What you are asked to do: Among the entries beneath this sentence, how many lines include the word "approves"? Only the number is wanted.

Data provided:
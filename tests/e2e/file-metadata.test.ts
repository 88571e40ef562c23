/**
 * Browser: a curve read from a file with a header block shows the kept metadata lines and the
 * irradiance column's mean and change, at phone and wide width (issue 14, items 2 and 3). The
 * files are the invented examples of tests/fixtures/header-block.
 */
import { readFileSync } from 'node:fs';
import path from 'node:path';
import { layoutProblems, openBrowser, screenshot, signInThroughForm, VIEWPORTS } from '@/tests/support/browser';
import { startServerProcess } from '@/tests/support/server-process';
import type { ServerProcess } from '@/tests/support/server-process';

const FIXTURES = path.resolve(__dirname, '../fixtures/header-block');

let srv: ServerProcess;
beforeAll(async () => {
  srv = await startServerProcess({ timeoutMs: 180_000 });
});
afterAll(async () => {
  await srv?.stop();
});

describe.each(Object.entries(VIEWPORTS))('at %s width', (vpName, viewport) => {
  it('the curve page lists the file metadata and the irradiance column', async () => {
    const b = await openBrowser(viewport);
    try {
      await signInThroughForm(b.page, srv.url, 'tomas.reyes@kestrel-pv.example', 'kestrel-test-demo');
      const headers = { Origin: srv.url };
      const batch = await b.page.request.post(`${srv.url}/api/batches`, { headers, data: { name: `Header blocks ${vpName}`, cells: 36 } });
      expect(batch.status()).toBe(201);
      const { id } = await batch.json();
      const file = (name: string) => ({ name, mimeType: 'text/csv', buffer: readFileSync(path.join(FIXTURES, name)) });
      const up = await b.page.request.post(`${srv.url}/api/batches/${id}/curves`, { headers, multipart: { files: file('irradiance-column-drift.csv') } });
      expect(up.status()).toBe(201);
      const up2 = await b.page.request.post(`${srv.url}/api/batches/${id}/curves`, { headers, multipart: { files: file('comma-block.csv') } });
      expect(up2.status()).toBe(201);
      const drift = (await up.json()).results[0];
      const comma = (await up2.json()).results[0];

      await b.page.goto(`${srv.url}/curves/${comma.curve_id}`, { waitUntil: 'load' });
      const card = b.page.getByTestId('file-metadata');
      await card.waitFor();
      await card.scrollIntoViewIfNeeded();
      const text = await card.innerText();
      for (const s of ['File metadata', 'Operator', 'Doe, J.', 'Lamp hours', '1203 h', 'Module type', 'HB-36P']) expect(text).toContain(s);
      await screenshot(b.page, `file-metadata-${vpName}`);
      expect((await layoutProblems(b.page)).filter((p) => !p.includes('Physics of this curve'))).toEqual([]);

      await b.page.goto(`${srv.url}/curves/${drift.curve_id}`, { waitUntil: 'load' });
      await b.page.getByTestId('irradiance-column').waitFor();
      expect(await b.page.getByTestId('irradiance-column').innerText()).toMatch(/Irradiance column: mean 1003 W\/m², changing by 3\.5 % of the mean/);
      expect(await b.page.getByTestId('flags').innerText()).toMatch(/The irradiance changed by 3\.5 % of its mean/);
      await b.page.getByTestId('flags').scrollIntoViewIfNeeded();
      await screenshot(b.page, `irradiance-flag-${vpName}`);
    } finally {
      await b.close();
    }
  });
});
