/**
 * Browser: the administrator's users screen at phone and wide widths. A newcomer of the demo
 * domain signs up through the form, opens the verification link from the outbox and waits; the
 * administrator invites someone, approves the newcomer with a role, and changes that role through
 * the confirmation, which names the person and both roles; each change shows in the record.
 */
import { readdirSync, readFileSync } from 'node:fs';
import path from 'node:path';
import type { Page } from 'playwright-core';
import { readDemoAccounts } from '@/server/services/seed';
import { layoutProblems, openBrowser, screenshot, signInThroughForm, VIEWPORTS } from '@/tests/support/browser';
import { startServerProcess } from '@/tests/support/server-process';
import type { ServerProcess } from '@/tests/support/server-process';

let srv: ServerProcess;
beforeAll(async () => {
  srv = await startServerProcess();
});
afterAll(async () => {
  await srv?.stop();
});

const admin = readDemoAccounts().find((a) => a.role === 'admin')!;

/** The verification link mailed to `email`, read from the server's outbox (.eml files, quoted-printable). */
function verificationLink(email: string): string {
  const dir = path.join(srv.dataDir, 'outbox');
  const mails = readdirSync(dir)
    .filter((f) => f.includes('-verify-email-') && f.includes(email))
    .sort();
  if (!mails.length) throw new Error(`no verification mail for ${email}`);
  const text = readFileSync(path.join(dir, mails[mails.length - 1]), 'utf8')
    .replace(/=\r?\n/g, '')
    .replace(/=3D/g, '=');
  const link = text.match(/https?:\/\/\S+\/api\/auth\/verify-email\?\S+/)?.[0];
  if (!link) throw new Error(`no link in the verification mail for ${email}`);
  return link;
}

async function signUpThroughForm(page: Page, name: string, email: string, password: string) {
  await page.goto(`${srv.url}/sign-up`, { waitUntil: 'load' });
  await page.getByTestId('name').fill(name);
  await page.getByTestId('email').fill(email);
  await page.getByTestId('password').fill(password);
  await page.getByTestId('sign-up-submit').click();
  await page.getByTestId('sign-up-check-mail').waitFor({ timeout: 30_000 });
}

describe.each(Object.entries(VIEWPORTS))('at %s width', (vpName, viewport) => {
  it('a newcomer waits; the administrator invites, approves with a role and changes the role after confirming', async () => {
    const newcomer = { name: `Nadia Osei ${vpName}`, email: `nadia.osei.${vpName}@kestrel-pv.example` };
    const invitee = `invited.${vpName}@partner-lab.example`;

    // The newcomer: a weak password is refused with its reason, then sign-up, mail, link, waiting page.
    const nb = await openBrowser(viewport);
    try {
      await nb.page.goto(`${srv.url}/sign-up`, { waitUntil: 'load' });
      await nb.page.getByTestId('name').fill(newcomer.name);
      await nb.page.getByTestId('email').fill(newcomer.email);
      await nb.page.getByTestId('password').fill('password1234');
      await nb.page.getByTestId('sign-up-submit').click();
      await nb.page.getByText(/too easy to guess/).waitFor({ timeout: 30_000 });
      await screenshot(nb.page, `sign-up-weak-password-${vpName}`);
      await signUpThroughForm(nb.page, newcomer.name, newcomer.email, 'tulip-ledger-carbon-41');
      expect(await layoutProblems(nb.page)).toEqual([]);
      await screenshot(nb.page, `sign-up-check-mail-${vpName}`);
      await nb.page.goto(verificationLink(newcomer.email), { waitUntil: 'load' });
      await nb.page.getByTestId('account-waiting').waitFor({ timeout: 20_000 });
      expect(await nb.page.getByTestId('account-waiting-title').innerText()).toBe('Waiting for an administrator');
      expect(await layoutProblems(nb.page)).toEqual([]);
      await screenshot(nb.page, `account-waiting-${vpName}`);
    } finally {
      await nb.close();
    }

    const b = await openBrowser(viewport);
    try {
      const page = b.page;
      await signInThroughForm(page, srv.url, admin.email, admin.password);
      await page.goto(`${srv.url}/admin/users`, { waitUntil: 'load' });
      await page.getByTestId('users-screen').waitFor();

      // Invite with a role.
      await page.getByTestId('invite-email').fill(invitee);
      await page.getByTestId('invite-role-qa_lead').click();
      await page.getByTestId('invite-submit').click();
      await page.getByTestId(`invitation-${invitee}`).waitFor();
      expect(await page.getByTestId(`invitation-${invitee}`).innerText()).toContain('QA lead');

      // Approve the request with a role.
      await page.getByTestId(`request-${newcomer.email}`).waitFor();
      expect(await layoutProblems(page)).toEqual([]);
      await screenshot(page, `users-requests-${vpName}`);
      await page.getByTestId(`request-role-${newcomer.email}-qa_lead`).click();
      await page.getByTestId(`approve-${newcomer.email}`).click();
      await page.getByTestId(`user-${newcomer.email}`).waitFor();
      expect(await page.getByTestId(`request-${newcomer.email}`).count()).toBe(0);
      expect(await page.getByTestId(`role-${newcomer.email}-qa_lead`).getAttribute('aria-checked')).toBe('true');

      // Change the role: the confirmation names the person and both roles; cancelling changes nothing.
      await page.getByTestId(`role-${newcomer.email}-designer`).click();
      const confirm = page.getByTestId(`user-${newcomer.email}`).getByTestId('confirm-change');
      expect(await confirm.innerText()).toContain(`Change the role of ${newcomer.name} from QA lead to Designer?`);
      await screenshot(page, `users-confirm-role-${vpName}`);
      await page.getByTestId(`user-${newcomer.email}`).getByTestId('confirm-no').click();
      expect(await page.getByTestId(`role-${newcomer.email}-qa_lead`).getAttribute('aria-checked')).toBe('true');
      await page.getByTestId(`role-${newcomer.email}-designer`).click();
      await page.getByTestId(`user-${newcomer.email}`).getByTestId('confirm-yes').click();
      await page.waitForFunction(
        (id) => document.querySelector(`[data-testid="${id}"]`)?.getAttribute('aria-checked') === 'true',
        `role-${newcomer.email}-designer`,
      );

      // The record names who did what.
      const record = page.getByTestId('audit-list');
      await record.getByText(`changed the role of ${newcomer.name} (${newcomer.email}) from QA lead to Designer`).waitFor();
      expect(await record.innerText()).toContain(`approved the request of ${newcomer.name} (${newcomer.email}) as QA lead`);
      expect(await record.innerText()).toContain(`invited ${invitee} as QA lead`);
      expect(await layoutProblems(page)).toEqual([]);
      await screenshot(page, `users-admin-after-${vpName}`);
    } finally {
      await b.close();
    }
  });
});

Task solution: 2